Strategi ekspansi dan penguatan aset tersebut tercermin dalam kinerja keuangan perseroan pada kuartal I-2026. Paradise Indonesia membukukan pendapatan sebesar Rp326,9 miliar atau meningkat 14 persen dibandingkan periode yang sama tahun sebelumnya.
Pertumbuhan tersebut didukung kontribusi positif dari seluruh lini usaha, dengan segmen komersial menjadi penyumbang pendapatan terbesar.
Di tengah tantangan industri properti, Paradise Indonesia tetap menjalankan strategi pertumbuhan yang selektif dan disiplin. Selain mengembangkan proyek baru, perseroan juga fokus meningkatkan nilai aset yang telah dimiliki melalui berbagai program revitalisasi.

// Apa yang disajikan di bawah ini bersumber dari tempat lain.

Solves run in the GUI thread while they are quick (a drag step on a 50-rope rig
takes milliseconds, so the overlay follows the mouse).  A solve that takes longer
than ``background_after_ms`` moves later solves to a worker thread, where the
window stays responsive and stale answers are dropped.  A solve that raises, or
that returns a failed status, becomes a failed Result with a named reason; the
last good Result (and the rig it was solved for) is kept for a greyed overlay.
"""

from __future__ import annotations

import concurrent.futures
import logging
import sys
import time
from dataclasses import replace
from typing import Callable, Mapping

from PySide6.QtCore import QEvent, QObject, Qt, QTimer, Signal

from sketchpad.rope_bows import scene_bows
from sketchpad.solved_places import live_places
from solver.model import Rig
from solver.result import Result

log = logging.getLogger(__name__)

#: Coalescing delay (ms) between a change and its solve; the brief allows 0-30 ms.
DEFAULT_DELAY_MS = 12
MAX_DELAY_MS = 30
#: A solve slower than this (ms) sends later solves to the worker thread.
BACKGROUND_AFTER_MS = 120.0
#: Back to the GUI thread after this many quick background solves in a row.
QUICK_SOLVES_TO_RETURN = 3
#: Changes closer together than this (ms) are a drag: they get the equilibrium alone, and the full
#: analysis (safety checks, zones, tables) follows once the rig has been still this long.
SETTLE_MS = 150

Analyse = Callable[..., Result]


def _default_analyse(rig: Rig, start: Mapping[str, tuple[float, float]] | None = None) -> Result:
    from solver.analysis import analyse
    from solver.memo import LIVE_TRAIL

    return analyse(rig, start=start, trail=LIVE_TRAIL)  # the drawn rig's steps follow each other (solver.memo)
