def test_a_rig_that_does_not_solve_gets_pages_that_say_so(qapp, tmp_path, capsys):
    import json

    from tests.sketchpad.test_export import LOOSE_RIG

    loose = tmp_path / "loose.rig.json"
    loose.write_text(json.dumps(LOOSE_RIG))
    out = tmp_path / "m.pdf"
    assert main(["manual", str(RAFT), str(loose), "-o", str(out), "--no-progress"]) == 3  # written, a rig failed
    assert "loose point" in capsys.readouterr().err
    text = " ".join(page_texts(out))
    assert "THE RIG DID NOT SOLVE" in text
    brief = tmp_path / "b.pdf"
    assert main(["brief", str(loose), "-o", str(brief)]) == 3
    assert "did not solve" in " ".join(page_texts(brief))


def test_manual_contents_read_the_same_with_poppler(manual, tmp_path):
    """pdftotext (poppler, an independent PDF reader) finds each title on the contents page with its page number."""
    import shutil
    import subprocess

    if shutil.which("pdftotext") is None:
        pytest.skip("poppler-utils (pdftotext) is not installed")
    m, chapters, _, _ = manual
    text = subprocess.run(["pdftotext", "-layout", "-f", "2", "-l", str(1 + m.contents_pages), str(m.path), "-"],
                          check=True, capture_output=True, text=True).stdout
    lines = [norm(line) for line in text.splitlines()]
    for ch in chapters:
        row = next(line for line in lines if line.startswith(norm(ch.title)))
        assert row.split()[-1] == str(ch.first_page)


def test_a_z_sketched_in_one_line_is_drawn_side_by_side(qapp):
    """The three-strokes sample draws its Z straight (load, grab, anchor and haul team on one line): the two
    strands between grab and anchor and the haul strand past the anchor are spread across that line."""
    from sketchpad import theme

    rig = load_rig(SAMPLES / "raft-three-strokes.rig.json")
    layout, _ = _schematic(rig)
    by_piece = {(s.rope, s.index): s for s in layout.strands}
    z = [by_piece[("main1", i)] for i in (1, 2, 3)]  # grab -> anchor, anchor -> grab, grab -> haul team
    assert len({s.bundle for s in z}) == 1
    d = z[0].b - z[0].a
    n = QPointF(-d.y(), d.x()) / math.hypot(d.x(), d.y())
    offsets = sorted(QPointF.dotProduct((s.a + s.b) / 2 - (z[0].a + z[0].b) / 2, n) for s in z)
    assert all(b - a > 0.6 * theme.SCHEMATIC_GAP_PX for a, b in zip(offsets, offsets[1:]))
    assert by_piece[("main1", 0)].bundle != z[0].bundle  # the load's strand ends where the Z starts
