def _label_obstacles(structural: list, px: dict[str, QPointF], sheaves: list[tuple[QPointF, float]],
                     force_boxes: list[QRectF]) -> list[QPainterPath]:
    """What no label may cover: point markers, sheaves and the forces' arrows and texts (page px)."""
    obstacles: list[QPainterPath] = []
    for p in structural:
        c = px[p.id]
        r = theme.POINT_RADIUS_PX.get(p.kind, 5.0)
        ob = QPainterPath()
        ob.addEllipse(c, r + 1, r + 1)
        obstacles.append(ob)
    for centre, radius in sheaves:
        ob = QPainterPath()
        ob.addEllipse(centre, radius + 1, radius + 1)
        obstacles.append(ob)
    for box in force_boxes:
        ob = QPainterPath()
        ob.addRect(box)
        obstacles.append(ob)
    return obstacles


def _place_point_names(painter: QPainter, structural: list, px: dict[str, QPointF], obstacles: list[QPainterPath],
                       placed: list[QPainterPath], layout: SchematicLayout) -> None:
    """Point names first (most important), beside their marker in the first free of six places, else counted
    as left off; each drawn name is added to ``placed``."""
    name_font = theme.page_font(LABEL_PT + 0.5)
    nfm = QFontMetricsF(name_font)
    painter.setFont(name_font)
    for p in structural:
        c = px[p.id]
        r = theme.POINT_RADIUS_PX.get(p.kind, 5.0) + 3
        w, h = nfm.horizontalAdvance(p.name) + 4, nfm.height()
        for dx, dy in ((r, -h - 1), (r, 1), (-r - w, -h - 1), (-r - w, 1), (-w / 2, r), (-w / 2, -r - h)):
            box = QRectF(c.x() + dx, c.y() + dy, w, h)
            path = QPainterPath()
            path.addRect(box)
            if not any(path.intersects(o) for o in obstacles + placed):
                painter.setPen(theme.PAGE_INK)
                painter.drawText(box.adjusted(2, 0, 0, 0), int(Qt.AlignLeft | Qt.AlignVCenter), p.name)
                placed.append(path)
                layout.labels.append(QPolygonF(box))
                layout.label_texts.append(p.name)
                break
        else:
            layout.skipped += 1
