class LoadEstimateDialog(QDialog):
    """Current speed, area and shape in; drag force, its assumptions and the haulers needed out."""

    def __init__(self, document, parent: QWidget | None = None,
                 result_source: Callable[[], tuple[Rig | None, Result | None]] | None = None,
                 load_id: str | None = None) -> None:
        super().__init__(parent)
        self.setWindowTitle("Estimate load from the current")
        self.setObjectName("load_estimate_dialog")
        self.document = document
        self.result_source = result_source
        self.speed_unit = _unit_combo(SPEED_UNITS, "speed_unit")
        self.area_unit = _unit_combo(AREA_UNITS, "area_unit")
        if document.rig.display.length == "ft":
            self.speed_unit.setCurrentText("mph")
            self.area_unit.setCurrentText("ft²")
        self.load_box = QComboBox()
        self.load_box.setObjectName("load_box")
        self.speed = UnitNumberField("current speed", SPEED_UNITS, SPEED_ALIASES, self.speed_unit.currentText,
                                     minimum=0.0, strict=True, maximum=MAX_SPEED_M_S)
        self.area = UnitNumberField("area facing the flow", AREA_UNITS, AREA_ALIASES, self.area_unit.currentText,
                                    minimum=0.0, strict=True)
        self.shape = QComboBox()
        self.shape.setObjectName("shape")
        for s in DRAG_SHAPES.values():
            self.shape.addItem(f"{s.label}  (Cd {s.cd:g})", s.key)
        self.shape.addItem("Type the drag coefficient…", TYPED_CD)
        self._last_shape = self.shape.itemData(0)
        self.cd = QuantityField("drag coefficient", "number", minimum=0.0, strict=True, maximum=MAX_CD)
        self.factor = QuantityField("extra factor", "number", minimum=0.0, strict=True)
        self.factor.set_value(1.0)
        self.per_person = QuantityField("force per hauler", "force", unit=lambda: self.document.rig.display.force,
                                        minimum=0.0, strict=True, limit=("point", "force_per_person_N"))
        self.per_person.set_value(self._default_per_person())
        self.force_label = plain_label("—")
        self.force_label.setObjectName("force_label")
        self.force_label.setFont(theme.font(theme.LABEL_POINT_SIZE + 5, bold=True))
        self.assumptions = plain_label()
        self.assumptions.setObjectName("assumptions")
        self.assumptions.setWordWrap(True)
        self.haulers = plain_label()
        self.haulers.setObjectName("haulers_label")
        self.haulers.setWordWrap(True)
        self.error = plain_label()
        self.error.setObjectName("estimate_error")
        self.error.setStyleSheet(ERROR_STYLE)
        self.error.setWordWrap(True)

        def with_unit(field: QWidget, box: QComboBox) -> QWidget:
            row = QWidget()
            h = QHBoxLayout(row)
            h.setContentsMargins(0, 0, 0, 0)
            h.addWidget(field, 1)
            h.addWidget(box, 0, Qt.AlignTop)
            return row

        form = QFormLayout()
        form.addRow("Load", self.load_box)
        form.addRow("Current speed", with_unit(self.speed, self.speed_unit))
        form.addRow("Area facing the flow", with_unit(self.area, self.area_unit))
        form.addRow("Shape", self.shape)
        self.cd_label = QLabel("Drag coefficient Cd")
        form.addRow(self.cd_label, self.cd)
        form.addRow("Extra factor", self.factor)
        result = QGroupBox("Force on the load (drag equation)")
        right = QVBoxLayout(result)
        right.addWidget(self.force_label)
        right.addWidget(self.assumptions)
        per = QFormLayout()
        per.addRow("Force per hauler", self.per_person)
        right.addLayout(per)
        right.addWidget(self.haulers)
        right.addStretch(1)
        top = QVBoxLayout()
        top.addLayout(form)
        top.addWidget(result, 1)
        self.buttons = QDialogButtonBox(QDialogButtonBox.Close)
        self.apply_button = self.buttons.addButton("Apply to load", QDialogButtonBox.ApplyRole)
        self.apply_button.setObjectName("apply_to_load")
        self.buttons.rejected.connect(self.reject)
        self.apply_button.clicked.connect(self.apply_to_load)
        lay = QVBoxLayout(self)
        lay.addLayout(top)
        lay.addWidget(self.error)
        lay.addWidget(self.buttons)
        self.setMinimumWidth(640)
        self.resize(700, 500)

        for f in (self.speed, self.area, self.cd, self.factor, self.per_person):
            f.edit.textEdited.connect(lambda _t: self.update_estimate())
            f.committed.connect(lambda v, f=f: (f.set_value(v), self.update_estimate()))
        self.speed_unit.currentTextChanged.connect(lambda _u: self._unit_changed(self.speed))
        self.area_unit.currentTextChanged.connect(lambda _u: self._unit_changed(self.area))
        self.shape.currentIndexChanged.connect(lambda _i: self._shape_changed())
        self.load_box.currentIndexChanged.connect(lambda _i: self._load_changed())
        document.changed.connect(self._rig_changed)
        self._fill_loads(load_id)
        self._shape_changed()

    # --- model -> widgets -------------------------------------------------------------------
    def _default_per_person(self) -> float:
        rig = self.document.rig
        return next((float(p.force_per_person_N) for p in rig.points
                     if p.kind == "haul" and p.force_per_person_N), DEFAULT_PER_PERSON_N)

    def _fill_loads(self, load_id: str | None) -> None:
        rig = self.document.rig
        current = load_id or self.load_box.currentData()
        self.load_box.blockSignals(True)
        self.load_box.clear()
        for p in rig.points_of_kind("load"):
            self.load_box.addItem(f"{p.name} ({p.id})" if p.label else p.id, p.id)
        i = self.load_box.findData(current)
        self.load_box.setCurrentIndex(max(i, 0))
        self.load_box.blockSignals(False)
        self._load_changed()

    def _load_changed(self) -> None:
        """Show the inputs of the estimate the load already carries, if it has one."""
        pid = self.load_box.currentData()
        rig = self.document.rig
        if pid is None or not rig.has_point(pid):
            self.update_estimate()
            return
        old = rig.point(pid).extra.get(EXTRA_KEY)
        if isinstance(old, dict) and old.get("method") == "drag-equation":
            try:
                self.speed.set_value(float(old["speed_m_s"]))
                self.area.set_value(float(old["area_m2"]))
                self.factor.set_value(float(old.get("factor", 1.0)))
                shape = old.get("shape")
                if shape in DRAG_SHAPES and math.isclose(float(old["cd"]), DRAG_SHAPES[shape].cd):
                    self.shape.setCurrentIndex(self.shape.findData(shape))
                else:
                    self.shape.setCurrentIndex(self.shape.findData(TYPED_CD))
                    self.cd.set_value(float(old["cd"]))
            except (KeyError, TypeError, ValueError):
                log.info("load %s: earlier estimate unreadable, starting afresh", pid)
        self.update_estimate()

    def _rig_changed(self, _rig) -> None:
        if self.load_box.count() != sum(1 for _ in self.document.rig.points_of_kind("load")):
            self._fill_loads(None)
        self.update_estimate()

    def _unit_changed(self, field: UnitNumberField) -> None:
        value = field.live_value() if field.edit.text().strip() else None
        if value is not None:
            field.set_value(value)  # the same speed, shown in the new unit
        self.update_estimate()

    def _shape_changed(self) -> None:
        typed = self.shape.currentData() == TYPED_CD
        if not typed:
            self._last_shape = self.shape.currentData()  # a typed Cd is described against the last shape chosen
        self.cd.setVisible(typed)
        self.cd_label.setVisible(typed)
        if not typed:
            self.cd.clear_error()
        self.update_estimate()

    # --- the estimate ---------------------------------------------------------------------------
    def estimate(self) -> LoadEstimate | None:
        """The estimate for what is typed now, or None if a field cannot be read."""
        speed, area = self.speed.live_value(), self.area.live_value()
        factor = _live(self.factor)
        typed = self.shape.currentData() == TYPED_CD
        cd = _live(self.cd) if typed else None
        if speed is None or area is None or factor is None or (typed and cd is None):
            return None
        shape = self._last_shape if typed else self.shape.currentData()
        return LoadEstimate(speed_m_s=speed, area_m2=area, shape=shape, cd=cd, factor=factor)

    @property
    def force_unit(self) -> str:
        return self.document.rig.display.force

    def update_estimate(self) -> None:
        est = self.estimate()
        if est is None:
            self.force_label.setText("—")
            self.assumptions.setText("Type the current speed and the area facing the flow.")
            self.haulers.setText("")
            self.apply_button.setEnabled(False)
            return
        try:
            force = est.force_N
        except RopewrightError as exc:
            self.force_label.setText("—")
            self.assumptions.setText(exc.message)
            self.apply_button.setEnabled(False)
            return
        unit = self.force_unit
        other = "lbf" if unit != "lbf" else "kN"
        self.force_label.setText(f"{units.format_force(force, unit)}   ({units.format_force(force, other)})")
        self.assumptions.setText(est.assumptions)
        self.apply_button.setEnabled(self.load_box.currentData() is not None)
        self.haulers.setText(self._haulers_text(force))

    def _haulers_text(self, force: float) -> str:
        per = _live(self.per_person)
        if per is None:
            return "Haulers: type the force one hauler gives."
        rig, result = self.result_source() if self.result_source is not None else (None, None)
        if result is None or rig is None:
            return "Haulers: the rig has not been solved yet."
        if rig != self.document.rig:
            return "Haulers: solving the changed rig…"
        lid = self.load_box.currentData()
        if not result.ok or not result.ma_actual or lid not in result.loads:
            return "Haulers: the rig does not solve to a mechanical advantage yet (draw a haul system to the load)."
        from dataclasses import replace

        from solver.pull_needed import need_for_load, need_sentence

        shown = replace(rig, display=replace(rig.display, force=self.force_unit))
        need = need_for_load(shown, result, lid, required_N=force, per_person_N=per)
        if need is None:
            return "Haulers: nothing to work out for no force."
        return (f"Haulers for {units.format_force(force, self.force_unit)} at the load (actual MA now "
                f"{result.ma_actual:.2f}:1): " + need_sentence(shown, need) + " The per-hauler force is a "
                "sustained long-haul figure: if the load does not move, stop and re-assess rather than pull harder.")

    def refresh_result(self, *_args) -> None:
        """A new solve arrived: the haulers line uses its actual MA."""
        self.update_estimate()

    # --- widgets -> model ---------------------------------------------------------------------
    def apply_to_load(self) -> bool:
        """Set the load's required force to the estimate as one undoable edit; False with messages if a field is bad."""
        bad = False
        fields = [self.speed, self.area, self.factor] + ([self.cd] if self.shape.currentData() == TYPED_CD else [])
        for f in fields:
            try:
                f.parse(f.edit.text())
            except UnitError as exc:
                f.show_error(exc.message)
                bad = True
        pid = self.load_box.currentData()
        if pid is None:
            self.error.setText("There is no load in the sketch: place one (L) first.")
            return False
        est = self.estimate()
        if bad or est is None:
            self.error.setText("Fix the field marked in red first; nothing was changed.")
            return False
        problem = limits.number_range("point", "required_N").problem(est.force_N)
        if problem:  # the rig file could not hold it: say so instead of making the rig unsaveable
            self.error.setText(f"The estimated force {units.format_force(est.force_N, self.force_unit)} {problem} "
                               "newtons a rig file holds; check the speed and the area. Nothing was changed.")
            return False
        try:
            new = apply_load_estimate(self.document.rig, pid, est)
        except RopewrightError as exc:
            self.error.setText(exc.message)
            return False
        self.error.setText("")
        name = self.document.rig.point(pid).name
        self.document.apply(new, f"Estimate {name} from the current ({units.format_force(est.force_N, self.force_unit)})")
        return True

    def done(self, r: int) -> None:  # noqa: D401 - Qt's name
        try:
            self.document.changed.disconnect(self._rig_changed)
        except (RuntimeError, TypeError):
            pass
        super().done(r)
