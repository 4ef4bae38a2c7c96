"""Keeping the user's work safe: new/open/save, recent files, unsaved-changes prompts, autosave and recovery.

:class:`FileController` sits between the main window's File menu and the
:class:`~sketchpad.document.Document`.  Saving goes through the atomic
:func:`solver.rigfile.save_rig`; a file that cannot be read is refused with the
:class:`~solver.errors.RigFileError` message in words and the current sketch is
left exactly as it was.  While the sketch has unsaved changes a copy is written
every few seconds to the user's data folder (``ROPEWRIGHT_DATA_DIR`` overrides
it, for tests); the copy is removed on a clean save or close, so finding one at
start means the last session ended without saving and recovery is offered.  Each
running session holds a lock beside its copy that the kernel drops when the process
ends (:mod:`sketchpad.run_lock`), so a copy whose lock is free was left by a run that
is gone, whatever process now has its id.  A copy is deleted only when the user
answered the recovery question.  When an autosave fails (a full disk, a rig that
cannot be written) :attr:`FileController.protection` says so at once, in words.

Every question to the user goes through a :class:`Dialogs` object so tests can
answer them without a real modal dialog.
"""

from __future__ import annotations

import base64
import datetime as _dt
import json
import logging
import os
import pathlib
import stat
import weakref
from dataclasses import replace
from typing import Callable

import shiboken6
from PySide6.QtCore import QEvent, QObject, QSettings, QStandardPaths, QTimer, Signal
from PySide6.QtGui import QAction, QGuiApplication, QKeySequence
from PySide6.QtWidgets import QFileDialog, QMenu, QMessageBox, QWidget
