class PrintFrameActions:
    """View ▸ Print frame: set it to what the view shows, or clear it (both undoable)."""

    def __init__(self, window) -> None:
        self.window = window
        self.item = PrintFrameItem()
        window.canvas.addItem(self.item)
        menu = window.menu_view.addMenu("&Print frame")
        self.action_set = menu_action(window, "&Set to this view", "Print and export exactly what the view shows now",
                                      self.set_to_view)
        self.action_clear = menu_action(window, "&Clear (frame the rig)",
                                        "Print and export the rig with a margin, as when no frame is set", self.clear)
        menu.addAction(self.action_set)
        menu.addAction(self.action_clear)
        window.document.changed.connect(self._changed)
        self._changed(window.document.rig)

    def _changed(self, rig=None) -> None:
        rig = rig if isinstance(rig, Rig) else self.window.document.rig
        self.item.show_rig(rig)
        self.action_clear.setEnabled(rig.print_frame is not None)

    def set_to_view(self, rect: QRectF | None = None) -> None:
        """Set the frame to ``rect`` (scene metres) or to what the view shows."""
        from sketchpad.pages.framing import frame_of_scene_rect

        view = self.window.view
        if rect is None:
            rect = view.mapToScene(view.viewport().rect()).boundingRect()
        doc = self.window.document
        frame = tuple(round(v, 3) for v in frame_of_scene_rect(rect))
        if frame[2] - frame[0] <= 0 or frame[3] - frame[1] <= 0:
            return
        doc.apply(replace(doc.rig, print_frame=frame), "Set print frame")

    def clear(self) -> None:
        doc = self.window.document
        if doc.rig.print_frame is not None:
            doc.apply(replace(doc.rig, print_frame=None), "Clear print frame")


# --- the schematic panel ----------------------------------------------------------------------------
class SchematicView(QWidget):
    """The schematic of the open rig, redrawn when a solve is delivered (and on resize)."""

    def __init__(self, parent=None) -> None:
        super().__init__(parent)
        self.setMinimumSize(260, 220)
        self.rig: Rig | None = None
        self.result: Result | None = None
        self.layout_drawn = None

    def show_result(self, rig: Rig, result: Result | None) -> None:
        self.rig, self.result = rig, result
        self.update()

    def paintEvent(self, _event) -> None:  # noqa: N802 - Qt override
        from sketchpad.pages.schematic import paint_schematic

        p = QPainter(self)
        try:
            p.fillRect(self.rect(), theme.PAPER)
            if self.rig is not None and self.rig.points:
                self.layout_drawn = paint_schematic(p, QRectF(self.rect()), self.rig, self.result)
        finally:
            p.end()


# --- Forces dock tabs ---------------------------------------------------------------------------------
def _table(headers: list[str]) -> tuple[QTableView, QStandardItemModel]:
    model = QStandardItemModel(0, len(headers))
    model.setHorizontalHeaderLabels(headers)
    view = QTableView()
    view.setModel(model)
    view.verticalHeader().hide()
    view.horizontalHeader().setStretchLastSection(True)
    view.setEditTriggers(QTableView.NoEditTriggers)
    return view, model


def fill(model: QStandardItemModel, rows: list[tuple[str, ...]], flagged: set[int]) -> None:
    model.setRowCount(0)
    for n, row in enumerate(rows):
        items = [QStandardItem(c) for c in row]
        if n in flagged:
            for it in items:
                it.setForeground(theme.BANNER_BACK)
                f = it.font()
                f.setBold(True)
                it.setFont(f)
        model.appendRow(items)


class DockTabs:
    """"Rope lengths" and "Gear" tabs in the Forces dock, filled from each settled result."""

    def __init__(self, window) -> None:
        self.window = window
        live = window.live
        self.lengths, self.lengths_model = _table(["rope", "stretched", "tails", "needed", "carried", "spare"])
        self.gear, self.gear_model = _table(["item", "count", "what"])
        live.panel.tabs.addTab(self.lengths, "Rope lengths")
        live.panel.tabs.addTab(self.gear, "Gear")
        live.scheduler.result_ready.connect(self._result)
        self._shown: tuple | None = None
        window.document.changed.connect(self._edited)  # a carried length or tail needs no new solve

    def _edited(self, *_args) -> None:
        doc = self.window.document
        if doc.previewing:
            return  # a drag frame: the settled result fills the tabs
        rig = doc.rig
        if self._shown is not None and self._shown[0] is rig.ropes and self._shown[1] is rig.settings:
            return  # neither the ropes nor the tails changed
        self._shown = (rig.ropes, rig.settings)
        s = self.window.live.scheduler
        result = s.result if s.result is not None and s.result.ok else None
        self.show(self.window.document.rig, result)

    def _result(self, result: Result) -> None:
        s = self.window.live.scheduler
        if s.settled or not result.ok:
            self.show(s.rig, result)

    def show(self, rig: Rig, result: Result | None) -> None:
        from sketchpad.pages.sections import gear_table, rope_budget_table

        t = rope_budget_table(rig, result)
        fill(self.lengths_model, t.rows, t.flagged)
        g = gear_table(rig, result)
        fill(self.gear_model, g.rows, g.flagged)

Tahun ini, renovasi hotel dan pusat perbelanjaan menjadi salah satu fokus utama perusahaan untuk menjaga daya saing aset, meningkatkan pengalaman pelanggan, menarik tenant berkualitas, serta mengoptimalkan produktivitas aset dalam jangka panjang.
Ke depan, Paradise Indonesia menargetkan pertumbuhan pendapatan sebesar 5-10 persen. Target tersebut akan ditopang oleh kontribusi penuh proyek-proyek baru, optimalisasi portofolio eksisting, serta pengembangan destinasi gaya hidup yang menjadi ciri khas perseroan.
Melalui strategi tersebut, Paradise Indonesia optimistis dapat memperkuat posisinya sebagai pengembang dan pengelola destinasi gaya hidup terintegrasi dengan basis pendapatan berulang yang kuat dan berkelanjutan.